++++ DATA EXTRACTS ++++

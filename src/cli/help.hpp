#pragma once

#include <string>

#include "cli/arguments.hpp"

// The help pages: a short one of a screen for -h, a long one for --help.
namespace rainledger {

[[nodiscard]] std::string program_help(HelpWanted page);
[[nodiscard]] std::string losses_help(HelpWanted page);
[[nodiscard]] std::string storm_help(HelpWanted page);
[[nodiscard]] std::string fit_help(HelpWanted page);
[[nodiscard]] std::string lookup_help(HelpWanted page);
[[nodiscard]] std::string schema_help(HelpWanted page);

}  // namespace rainledger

++++

• [ASSIGNMENT]:
Determine which lines above include the word "rainledger", and report those lines in full.

• [RESPONSE AREA]:
namespace rainledger {
}  // namespace rainledger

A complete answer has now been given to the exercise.